Anyway, I cannot seem to locate a company that sells shrink sleeves/bands to fit over a bottle.  I found several that sell bands that cover the caps and necks of bottles.  But that is not what I am in need of.

Since this is a hobby of mine right now, I do not want to pay a ton of money to have labels printed by a company.  I also cannot afford a color laser printer.  My goal is to take this to a wholesale level, and want to be able to customize the labels as needed.  Not to mention I have a couple friends that have asked me to make soaps for them to give as gifts.  It's a nice touch to be able to customize the label, so would want to retain the option to print just a couple and still have it protected from water at the sink.

I appreciate any guidance that might be available for you Pros out there. :smile:


----------



## shunt2011 (Jan 3, 2015)

Check out Wholesale Supplies Plus (WSP).  They carry a wide variety of shrink bands for different bottles, jars, tubes, etc.


----------



## BeckyRB (Jan 3, 2015)

Thank you for the suggestion, but I have looked there already.  They do not have any to fit the foamer bottles.  I've also checked Bramble Berry, The Cary Company, SKS-Bottle, and have google searched several different ways but no luck.


----------



## Dorymae (Jan 3, 2015)

You may have to resort to packing tape. I do not know of any place that makes custom shrink wrap bands. You could buy your own equipment but that is expensive. 

To use packing tape, buy a good quality tape in the correct width for our bottle, then wrap the bottle and cut to length. With a bit of practice you will get a result almost invisible to the eye. 

Good luck.


----------



## BeckyRB (Jan 3, 2015)

Thanks Dorymae.  I had a feeling it may come to that. But it's still a cheaper option. :?


----------



## DeeAnna (Jan 8, 2015)

I stumbled across this listing for shrink sleeves and thought you might not have seen this company's offerings: www.midwestbottles.com/index.php?p=catalog&parent=179&pg=1


----------



## hmlove1218 (Jan 8, 2015)

Another thing you could do so long as your labels aren't paper, is to put super clear packing tape just on the label itself before you stick them to your bottles. This kind of acts like a laminate coating.


----------



## Saponista (Jan 10, 2015)

Have you looked on eBay? They sell waterproof laser printer labels but in small quantities so you don't have to spend a fortune on large boxes. 

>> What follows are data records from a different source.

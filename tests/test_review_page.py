"""The review page in a real browser: Debian's chromium driven by Playwright for Python.

Outside references: Chromium (Debian package `chromium`, /usr/bin/chromium) renders the page and
runs its script; Playwright for Python (PyPI `playwright`) drives it with real mouse and
keyboard events (Page.mouse, Page.keyboard, Locator.select_option, as its documentation
describes); PyAV/FFmpeg decodes the source and both redacted copies for the pixel checks; the
package verifier checks the new signature. No browser is downloaded: Playwright launches the
system Chromium through `executable_path`. People in the clip: skimage.data.astronaut() (public
domain, NASA) and skimage.data.camera() (CC0, Lav Varshney), pasted at known rectangles.

Set REDACT_REVIEW_SCREENSHOT=PATH to keep the page's screenshot (docs/review-page.png was made so).
"""

from __future__ import annotations

import json
import os
import re
import shutil
from dataclasses import replace

import av
import numpy as np
import pytest

from redact.pipeline import ProcessSettings, process_video
from redact.provenance.signing import Signer
from redact.provenance.verify import verify_package
from redact.review.server import ReviewServer, ReviewSession
from redact.vision.motion import MotionSettings

CHROMIUM = "/usr/bin/chromium"
FLAGS = ["--headless", "--no-sandbox", "--disable-gpu", "--disable-background-networking",
         "--disable-component-update", "--disable-sync", "--no-first-run"]
KEYFRAMES = (15, 28, 40)  # where the reviewer draws the box: the astronaut is wholly in view here
MARGIN = 8  # pixels around the true rectangle when drawing (common practice: draw generously)
INSET = 3  # pixels of the rectangle's edge not checked (codec blur at the region's border; common practice)


class MissTheAstronaut:
    """The real default estimator, except that every detection whose box centre lies within the
    astronaut's true rectangle (grown by 10 px) is dropped: a person the model "missed" on every
    frame, so the pipeline never obscures her and the reviewer must."""

    concurrent = False  # counts its calls: one frame at a time, in order

    def __init__(self, truths):
        from redact.vision.pose import PoseEstimator

        self.inner = PoseEstimator.default()
        self.truths, self.calls = truths, 0

    def estimate(self, image):
        truth = self.truths[self.calls]
        self.calls += 1
        poses = self.inner.estimate(image)
        x0, y0, x1, y1 = truth.person_rects[0] + np.array([-10, -10, 10, 10])
        cx = (poses.boxes[:, 0] + poses.boxes[:, 2]) / 2
        cy = (poses.boxes[:, 1] + poses.boxes[:, 3]) / 2
        inside = (cx >= x0) & (cx <= x1) & (cy >= y0) & (cy <= y1) if truth.visible[0] else np.zeros(len(poses), bool)
        return poses.select(~inside)


def decoded(path) -> list[np.ndarray]:
    with av.open(str(path)) as c:
        return [f.to_ndarray(format="rgb24") for f in c.decode(video=0)]


@pytest.fixture(scope="module")
def browser():
    sync_api = pytest.importorskip("playwright.sync_api", reason="install the test extra: pip install -e '.[test]'")
    if not os.path.exists(CHROMIUM):
        pytest.fail("Debian's chromium is not installed (apt-get install -y chromium; .ci/run installs it)")
    with sync_api.sync_playwright() as p:
        b = p.chromium.launch(executable_path=CHROMIUM, args=FLAGS, headless=True)
        yield b
        b.close()


@pytest.fixture(scope="module")
def reviewed(crossing_clip, tmp_path_factory, browser):
    """Process with a missed person, review in the browser, apply; returns what the checks need."""
    d = tmp_path_factory.mktemp("review-page")
    signer = Signer.from_seed(bytes(range(11, 43)))
    # Without the motion net (as for a camera that moves): with it, the walker the estimator misses
    # would be obscured anyway, and there would be no miss for the reviewer to correct.
    no_motion = replace(ProcessSettings().scene, motion=MotionSettings(enabled=False))
    process_video(crossing_clip.path, d / "out", signer, ProcessSettings(scene=no_motion),
                  estimator=MissTheAstronaut(crossing_clip.truths))
    server = ReviewServer(ReviewSession(d / "out", crossing_clip.path, [signer.public_key], signer)).start()
    page = browser.new_page(viewport={"width": 1400, "height": 1000})
    errors: list[str] = []
    requests: list[str] = []
    page.on("pageerror", lambda e: errors.append(str(e)))
    page.on("console", lambda m: errors.append(f"{m.text} {m.location}") if m.type == "error" else None)
    page.on("request", lambda r: requests.append(r.url))
    try:
        steps = drive(page, server, crossing_clip, d)
    finally:
        page.close()
        server.stop()
    return {"dir": d, "signer": signer, "clip": crossing_clip, "errors": errors, "requests": requests,
            "steps": steps, "port": server.port}


def drive(page, server, clip, d) -> dict:
    """What a reviewer does on the page; returns what the page showed along the way."""
    seen: dict = {}
    page.goto(server.url)
    # Waits use selectors, not script: the page's Content-Security-Policy forbids evaluating strings.
    page.locator("#position", has_text="frame 0 of 49").wait_for()
    seen["source_hidden_at_start"] = page.locator("#sourcepane").is_hidden()
    seen["ranges_listed"] = page.locator("#rangerows tr").count()
    seen["shortcuts"] = page.locator("#keys").inner_text()
    body = page.locator("h1")

    def at(i: int) -> None:
        page.locator(f"#redacted[data-loaded='{i}']").wait_for(state="attached")

    body.click()
    for _ in range(3):
        page.keyboard.press("ArrowRight")
    at(3)
    page.keyboard.press("Shift+ArrowRight")
    at(13)
    seen["after_steps"] = page.locator("#position").inner_text()
    page.keyboard.press("End")
    at(49)
    page.keyboard.press("Home")
    at(0)
    page.keyboard.press("Space")  # play the whole video, every frame shown once
    page.locator("#coverage", has_text="whole video watched").wait_for(timeout=120_000)

    page.locator("input[name=tool][value=box]").check()
    for f in KEYFRAMES:
        page.locator("#jump").fill(str(f))
        page.locator("#jump").press("Enter")
        at(f)
        x0, y0, x1, y1 = (clip.truths[f].person_rects[0] + np.array([-MARGIN, -MARGIN, MARGIN, MARGIN])).tolist()
        x0, y0, x1, y1 = max(0, x0), max(0, y0), min(320, x1), min(240, y1)
        box = page.locator("#overlay").bounding_box()
        s = box["width"] / 320
        page.mouse.move(box["x"] + x0 * s, box["y"] + y0 * s)
        page.mouse.down()
        page.mouse.move(box["x"] + x1 * s, box["y"] + y1 * s, steps=4)
        page.mouse.up()
    page.locator("#endbox").click()
    body.click()
    page.keyboard.press("w")  # obscure frame 40 whole … then undo it
    seen["before_undo"] = page.locator("#corrections").inner_text()
    page.keyboard.press("Control+z")
    seen["corrections"] = page.locator("#corrections").inner_text()

    page.locator("#showsource").check()
    page.locator("#sourcepane").wait_for(state="visible")
    seen["source_caption"] = page.locator("#sourcepane figcaption").inner_text()
    page.locator("#jump").fill("20")  # between keyframes: the interpolated box, dashed
    page.locator("#jump").press("Enter")
    at(20)
    page.locator("#reviewer").fill("Test Reviewer")
    for k in range(seen["ranges_listed"]):
        page.locator("select.status").nth(k).select_option("checked")
    page.locator("textarea.note").first.fill("box drawn over a person the detector missed")
    page.locator("#saved", has_text=re.compile("^saved$")).wait_for()
    shot = d / "review-page.png"
    page.screenshot(path=str(shot), full_page=True)
    if os.environ.get("REDACT_REVIEW_SCREENSHOT"):
        shutil.copyfile(shot, os.environ["REDACT_REVIEW_SCREENSHOT"])
    seen["screenshot_bytes"] = shot.stat().st_size
    page.locator("#showsource").uncheck()

    page.locator("#apply").click()
    page.locator("#applied", has_text="New copy written").wait_for(timeout=300_000)
    seen["applied"] = page.locator("#applied").inner_text()
    page.locator("#copyname", has_text="review-1").wait_for()
    seen["error"] = page.locator("#error").inner_text()
    return seen


def test_the_page_works_with_keyboard_and_shows_what_it_should(reviewed):
    s = reviewed["steps"]
    assert s["source_hidden_at_start"] is True
    assert s["after_steps"].startswith("frame 13 of 49")
    assert s["ranges_listed"] >= 1
    for key in ("←", "→", "Space", "Home", "End", "Ctrl", "Esc"):
        assert key in s["shortcuts"]
    assert "SENSITIVE" in s["source_caption"]
    assert "whole frames obscured: frame 40" in s["before_undo"]
    assert "whole frames" not in s["corrections"]  # undone
    assert "moving box 1: frames 15–40, 3 keyframes (15, 28, 40)" in s["corrections"]
    assert s["screenshot_bytes"] > 10_000
    assert s["error"] == "" and reviewed["errors"] == []
    origin = f"http://127.0.0.1:{reviewed['port']}/"
    assert all(u.startswith(origin) for u in reviewed["requests"])  # nothing from anywhere else


def test_the_new_copy_obscures_the_missed_person_on_every_frame_of_the_box(reviewed):
    d, truths = reviewed["dir"], reviewed["clip"].truths
    source, before, after = (decoded(p) for p in (reviewed["clip"].path, d / "out" / "redacted.mp4",
                                                   d / "out" / "review-1" / "redacted.mp4"))
    assert len(after) == len(source) == 50
    x0, y0, x1, y1 = (truths[KEYFRAMES[0]].person_rects[0] + [INSET, INSET, -INSET, -INSET]).tolist()
    # The precondition: the scripted miss left her visible in the first copy (close to the source).
    assert np.abs(before[KEYFRAMES[0]][y0:y1, x0:x1].astype(int) - source[KEYFRAMES[0]][y0:y1, x0:x1]).mean() < 8
    for f in range(KEYFRAMES[0], KEYFRAMES[-1] + 1):
        x0, y0, x1, y1 = (truths[f].person_rects[0] + [INSET, INSET, -INSET, -INSET]).tolist()
        new, src = after[f][y0:y1, x0:x1].astype(int), source[f][y0:y1, x0:x1].astype(int)
        assert np.abs(new - 128).mean() < 4, f"frame {f}: not the solid grey fill"
        assert np.abs(new - src).mean() > 15, f"frame {f}: still looks like the source"


def test_the_new_package_verifies_and_records_the_review(reviewed):
    d = reviewed["dir"] / "out" / "review-1"
    v = verify_package(d / "package", [reviewed["signer"].public_key], video=d / "redacted.mp4")
    log = {e["kind"]: e for e in (json.loads(x) for x in (d / "package" / "log.jsonl").read_bytes().splitlines())}
    boxes = log["corrections"]["entries"]["moving_boxes"]
    assert [k["frame"] for k in boxes[0]["keyframes"]] == list(KEYFRAMES)
    assert log["corrections"]["applied"]["moving_boxes[0]"]["ranges"] == [[KEYFRAMES[0], KEYFRAMES[-1]]]
    r = log["human-review"]
    assert r["reviewer"] == "Test Reviewer" and r["whole_video_watched"] is True
    assert r["ranges_checked"] == r["ranges_total"] and r["ranges"][0]["note"].startswith("box drawn")
    assert v.predicate.human_review["reviewer"] == "Test Reviewer"
    assert json.loads((d / "package" / "corrections.json").read_bytes())["moving_boxes"] == boxes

http://m.ebay.co.uk/itm/171328444727?nav=SEARCH&varId=470389779361


----------



## doriettefarm (Jan 10, 2015)

Got a Uline catalog in the mail the other day and found all kinds of great packaging supplies!  Think something like this shrink tubing would work?  http://www.uline.com/BL_2406/Uline-Shrink-Tubing


----------



## BeckyRB (Jan 19, 2015)

DeeAnna....I checked out your link.  They do not have any for the foamer bottles, but they do have what I need for other containers.  I had not come across that company yet, so thank you!

doriettefarm...I'm not sure if that will work, but I think I will call them and ask.  Thank you for the suggestion.

For everyone else...The labels I have on hand (which aren't many) are paper. They are suppose to be water resistant, but they also are meant for a laser printer.  I am contemplating figuring out a label that I can have printed on vinyl, it just won't allow me to customize them for special gifts.  I do appreciate all the feedback, though!  Thank you all!!


----------



## snappyllama (Jan 20, 2015)

I use Aleene's Spray Acrylic Sealer Matte Finish to make my regular-cheapo-ink-printer labels water resistant. I just make sure there isn't any printer lint on it and give it a a few sprays after printing (giving each coat time to dry completely). You might be able to use something similar while looking for a better option.


----------